§ **REQUIREMENT**
Copy each line of the listing where the word "caches" can be found.

::: PROVIDED RECORDS

"""Time commands as users run them: whole processes, start-up and imports included.

Usage::

    python bench/bench_cli.py --repeat 3 [--work DIR]
        [--inputs grid,city-osm,city-pbf,city-copies,real]

For each input, ``routerisk build`` (as a process: ``python -m routerisk build IN --out DIR``)
is timed against a ``python -c`` process running osmnx's ``graph_from_xml`` on the same data
(given as .osm, since osmnx reads only XML), the two interleaved round by round; the median
wall and CPU (user + system, of the child) seconds of ``--repeat`` rounds are recorded, with
their ratio. Also timed: ``routerisk --help``, ``routerisk --version``, a score of one route
on the sample town (a saved network), the import of the libraries that score needs (the
floor no change inside routerisk can go under) and, with ``--baseline TREE``, the same score
and the same builds from another source tree (say, a checkout before a change), interleaved. ``--inputs ''``
times these alone. Inputs:

* ``grid``: a plain 160 x 160 street grid (bench/make_grid.py), .osm;
* ``city-osm`` / ``city-pbf``: the generated 100k-edge city (bench/make_city.py, seed 1);
* ``city-copies``: the same city with 1,000 roads copied over their own nodes
  (``make_city.py --copies 1000``), .osm: shape nodes with several ways in and out, which the
  build walks one by one as osmnx does (before issue 20 they sent it to osmnx's own pipeline);
* ``real``: the real extract pyogrio carries (``tests/fixtures/sample.osm.pbf``, ODbL
  OpenStreetMap data; osmnx gets it converted to .osm by pyosmium).

Byte-code caches are allowed (``PYTHONDONTWRITEBYTECODE`` is removed from the children's
environment) and every command runs once before the timed rounds, as on a user's machine
after the first run. Results go to bench/results/cli.json; ``--markdown`` prints the table.
The machine may be shared: only ratios within one run are comparable.
"""

from __future__ import annotations

import argparse
import json
import os
import platform
import resource
import shutil
import statistics
import subprocess
import sys
import time
from importlib import resources
from pathlib import Path
from typing import Any

HERE = Path(__file__).resolve().parent
ROOT = HERE.parent
RESULTS = HERE / "results"
INPUTS = ("grid", "city-osm", "city-pbf", "city-copies", "real")
OSMNX = "import osmnx as ox, sys; G = ox.graph_from_xml(sys.argv[1]); print(len(G.edges))"


#: The libraries a score cannot do without (frames, spatial index, Dijkstra, projection).
FLOOR = "import pandas, geopandas, pyogrio, pyproj, shapely, scipy.sparse.csgraph, yaml"


def _env(root: Path = ROOT) -> dict[str, str]:
    env = dict(os.environ)
    env.pop("PYTHONDONTWRITEBYTECODE", None)
    rest = [p for p in env.get("PYTHONPATH", "").split(os.pathsep) if p]
    env["PYTHONPATH"] = os.pathsep.join([str(root), *rest])
    return env


def _timed(cmd: list[str], cwd: Path, root: Path = ROOT) -> tuple[float, float]:
    """Run ``cmd`` with ``root`` first on PYTHONPATH; return (wall s, CPU s of the child)."""
    before = resource.getrusage(resource.RUSAGE_CHILDREN)
    start = time.perf_counter()
    proc = subprocess.run(cmd, cwd=cwd, env=_env(root), capture_output=True, text=True)
    wall = time.perf_counter() - start
    after = resource.getrusage(resource.RUSAGE_CHILDREN)
    if proc.returncode != 0:
        raise SystemExit(f"failed ({proc.returncode}): {' '.join(cmd)}\n{proc.stderr[-3000:]}")
    cpu = (after.ru_utime - before.ru_utime) + (after.ru_stime - before.ru_stime)
    return wall, cpu


def _prepare(work: Path, names: list[str]) -> dict[str, tuple[Path, Path]]:
    """Return input name -> (file routerisk reads, .osm file osmnx reads), made if missing."""
    work.mkdir(parents=True, exist_ok=True)
    py = sys.executable
    out: dict[str, tuple[Path, Path]] = {}
    if "grid" in names:
        grid = work / "grid160.osm"
        if not grid.exists():
            subprocess.run(
                [py, str(HERE / "make_grid.py"), "--size", "160", "--out", str(grid)],
                check=True,
                env=_env(),
            )
        out["grid"] = (grid, grid)
    if {"city-osm", "city-pbf"} & set(names):
        for suffix in (".osm", ".osm.pbf"):
            f = work / f"city100k{suffix}"
            if not f.exists():
                subprocess.run(
                    [
                        py,
                        str(HERE / "make_city.py"),
                        "--edges",
                        "100000",
                        "--seed",
                        "1",
                        "--out",
                        str(f),
                    ],
                    check=True,
                    env=_env(),
                    stdout=subprocess.DEVNULL,
                )
        out["city-osm"] = (work / "city100k.osm", work / "city100k.osm")
        out["city-pbf"] = (work / "city100k.osm.pbf", work / "city100k.osm")
    if "city-copies" in names:
        f = work / "city100k_copies.osm"
        if not f.exists():
            subprocess.run(
                [py, str(HERE / "make_city.py"), "--edges", "100000", "--seed", "1"]
                + ["--copies", "1000", "--out", str(f)],
                check=True,
                env=_env(),
                stdout=subprocess.DEVNULL,
            )
        out["city-copies"] = (f, f)
    if "real" in names:
        pbf = Path(str(resources.files("pyogrio") / "tests" / "fixtures" / "sample.osm.pbf"))
        xml = work / "real_sample.osm"
        if not xml.exists():
            import osmium

            with osmium.SimpleWriter(str(xml), overwrite=True) as w:
                for obj in osmium.FileProcessor(str(pbf)):
                    w.add(obj)
        out["real"] = (pbf, xml)
    return {k: out[k] for k in names}


def _median(xs: list[float]) -> float:
    return round(statistics.median(xs), 3)


def bench(
    work: Path,
    names: list[str],
    repeat: int,
    *,
    warm: bool = True,
    out: Path | None = None,
    baseline: Path | None = None,
) -> dict[str, Any]:
    """Run the interleaved rounds; return the record (also written to ``out`` each round)."""
    py = sys.executable
    files = _prepare(work, names)
    net_dir = work / "net"
    jobs: dict[str, list[str]] = {}
    for name, (ours, theirs) in files.items():
        jobs[f"build {name}"] = [
            py,
            "-m",
            "routerisk",
            "build",
            str(ours),
            "--out",
            str(net_dir / name),
            "--force",
        ]
        jobs[f"osmnx {name}"] = [py, "-c", OSMNX, str(theirs)]
    town = work / "net" / "town"
    one_route = work / "one_route.geojson"
    doc = json.loads((ROOT / "sample_area" / "routes.geojson").read_text(encoding="utf-8"))
    doc["features"] = doc["features"][:1]
    one_route.write_text(json.dumps(doc), encoding="utf-8")
    jobs["build town"] = [
        py,
        "-m",
        "routerisk",
        "build",
        str(ROOT / "sample_area" / "corvane.osm"),
        "--out",
        str(town),
        "--force",
        "--timezone",
        "Etc/GMT+3",
    ]
    jobs["score one route"] = [
        py,
        "-m",
        "routerisk",
        "score",
        str(one_route),
        "--network",
        str(town),
    ]
    jobs["--help"] = [py, "-m", "routerisk", "--help"]
    jobs["--version"] = [py, "-m", "routerisk", "--version"]
    jobs["import floor"] = [py, "-c", FLOOR]
    roots = {k: ROOT for k in jobs}
    light = ["score one route", "import floor", "--help", "--version"]
    if baseline is not None:  # the same commands from another tree (say, before a change)
        jobs["score one route, baseline"] = jobs["score one route"]
        roots["score one route, baseline"] = baseline
        light.insert(1, "score one route, baseline")
        for name in files:
            key = f"build {name}, baseline"
            jobs[key] = jobs[f"build {name}"][:-2] + [str(net_dir / f"{name}-baseline"), "--force"]
            roots[key] = baseline
    times: dict[str, list[tuple[float, float]]] = {k: [] for k in jobs}
    for key, cmd in jobs.items():  # warm-up: byte-code caches, the town network
        if warm or not key.startswith(("build ", "osmnx ")) or key == "build town":
            _timed(cmd, work, roots[key])
            print(f"warm: {key}", file=sys.stderr, flush=True)
    del times["build town"]  # only made the network that score reads
    rec: dict[str, Any] = {}
    for r in range(repeat):
        for name in files:  # interleaved: ours, then theirs, then the other order
            pair = [f"build {name}", f"osmnx {name}"]
            if f"build {name}, baseline" in jobs:
                pair.append(f"build {name}, baseline")
            for key in pair if r % 2 == 0 else pair[::-1]:
                times[key].append(_timed(jobs[key], work, roots[key]))
        for key in light if r % 2 == 0 else light[::-1]:
            times[key].append(_timed(jobs[key], work, roots[key]))
        print(f"round {r + 1} of {repeat} done", file=sys.stderr, flush=True)
        rec = _record(times, list(files), r + 1)
        if out is not None:  # after every round, so a stopped run keeps what it measured
            out.write_text(json.dumps(rec, indent=2, sort_keys=True) + "\n", encoding="utf-8")
    shutil.rmtree(net_dir, ignore_errors=True)
    return rec


def _record(
    times: dict[str, list[tuple[float, float]]], names: list[str], rounds: int
) -> dict[str, Any]:
    rec: dict[str, Any] = {
        "machine": {
            "cpus": os.cpu_count(),
            "python": platform.python_version(),
            "platform": platform.platform(),
            "load_average_at_end": [round(x, 2) for x in os.getloadavg()],
        },
        "repeat": rounds,
        "median_wall_s": {k: _median([w for w, _ in v]) for k, v in times.items()},
        "median_cpu_s": {k: _median([c for _, c in v]) for k, v in times.items()},
        "runs": {k: [[round(w, 3), round(c, 3)] for w, c in v] for k, v in times.items()},
    }
    rec["ratios"] = {
        name: {
            "wall": round(
                rec["median_wall_s"][f"build {name}"] / rec["median_wall_s"][f"osmnx {name}"], 3
            ),
            "cpu": round(
                rec["median_cpu_s"][f"build {name}"] / rec["median_cpu_s"][f"osmnx {name}"], 3
            ),
        }
        for name in names
    }
    return rec


def markdown(rec: dict[str, Any]) -> str:
    """Return the table of one run."""
    label = {
        "grid": "plain street grid 160 x 160, .osm",
        "city-osm": "generated city 100k, .osm",
        "city-pbf": "generated city 100k, .osm.pbf (osmnx: the same data as .osm)",
        "city-copies": "generated city 100k with 1,000 copied roads, .osm",
        "real": "real extract (pyogrio sample.osm.pbf, ODbL; osmnx: as .osm)",
    }
    w, c = rec["median_wall_s"], rec["median_cpu_s"]
    rows = [
        "| input | routerisk build, s (wall / CPU) | osmnx process, s (wall / CPU) | "
        "ratio wall | ratio CPU |",
        "| --- | ---: | ---: | ---: | ---: |",
    ]
    for name in [n for n in INPUTS if n in rec["ratios"]]:
        r = rec["ratios"][name]
        rows.append(
            f"| {label[name]} | {w[f'build {name}']:.2f} / {c[f'build {name}']:.2f} | "
            f"{w[f'osmnx {name}']:.2f} / {c[f'osmnx {name}']:.2f} | {r['wall']:.2f} | "
            f"{r['cpu']:.2f} |"
        )
    if any(f"build {n}, baseline" in w for n in rec["ratios"]):
        rows += [
            "",
            "| input | routerisk build, s (wall / CPU) | the same build, baseline tree "
            "(--baseline) | ratio wall | ratio CPU |",
            "| --- | ---: | ---: | ---: | ---: |",
        ]
        for name in [n for n in INPUTS if f"build {n}, baseline" in w]:
            ours, base = f"build {name}", f"build {name}, baseline"
            rows.append(
                f"| {label[name]} | {w[ours]:.2f} / {c[ours]:.2f} | "
                f"{w[base]:.2f} / {c[base]:.2f} | {w[ours] / w[base]:.2f} | "
                f"{c[ours] / c[base]:.2f} |"
            )
    rows += ["", "| command (whole process) | wall, s | CPU, s |", "| --- | ---: | ---: |"]
    label = {
        "score one route": "score of one route, sample town",
        "score one route, baseline": "the same score, baseline tree (--baseline)",
        "import floor": f'`python -c "{FLOOR}"` (the libraries score needs)',
    }
    for key in ("--help", "--version", "score one route", "score one route, baseline"):
        if key in w:
            rows.append(f"| {label.get(key, f'routerisk {key}')} | {w[key]:.2f} | {c[key]:.2f} |")
    if "import floor" in w:
        key = "import floor"
        rows.append(f"| {label[key]} | {w[key]:.2f} | {c[key]:.2f} |")
    return "\n".join(rows)


def main() -> None:
    """Parse the options, run, record and print."""
    ap = argparse.ArgumentParser(description=__doc__.splitlines()[0])
    ap.add_argument("--repeat", type=int, default=3, help="timed rounds (default 3)")
    ap.add_argument(
        "--work",
        type=Path,
        default=Path("bench_cli_work"),
        help="folder for the generated inputs (kept for the next run)",
    )
    ap.add_argument("--inputs", default=",".join(INPUTS), help="comma-separated inputs")
    ap.add_argument("--markdown", action="store_true", help="print the recorded table only")
    ap.add_argument(
        "--baseline",
        type=Path,
        metavar="TREE",
        help="also time the score and the builds with this source tree first on PYTHONPATH, "
        "interleaved",
    )
    ap.add_argument(
        "--no-warm-builds",
        action="store_true",
        help="skip the untimed first run of the builds (caches already warm)",
    )
    args = ap.parse_args()
    names = [n for n in args.inputs.split(",") if n]
    # the commands alone (``--inputs ''``) go to their own record, keeping the builds' one
    out = RESULTS / ("cli.json" if names else "cli_commands.json")
    if not args.markdown:
        bad = sorted(set(names) - set(INPUTS))
        if bad:
            raise SystemExit(f"unknown inputs {bad}; known: {', '.join(INPUTS)}")
        RESULTS.mkdir(exist_ok=True)
        bench(
            args.work.resolve(),
            names,
            args.repeat,
            warm=not args.no_warm_builds,
            out=out,
            baseline=args.baseline.resolve() if args.baseline else None,
        )
    print(markdown(json.loads(out.read_text(encoding="utf-8"))))


if __name__ == "__main__":
    main()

::::::

§ **FINISHED EXERCISE**
Byte-code caches are allowed (``PYTHONDONTWRITEBYTECODE`` is removed from the children's
    for key, cmd in jobs.items():  # warm-up: byte-code caches, the town network
        help="skip the untimed first run of the builds (caches already warm)",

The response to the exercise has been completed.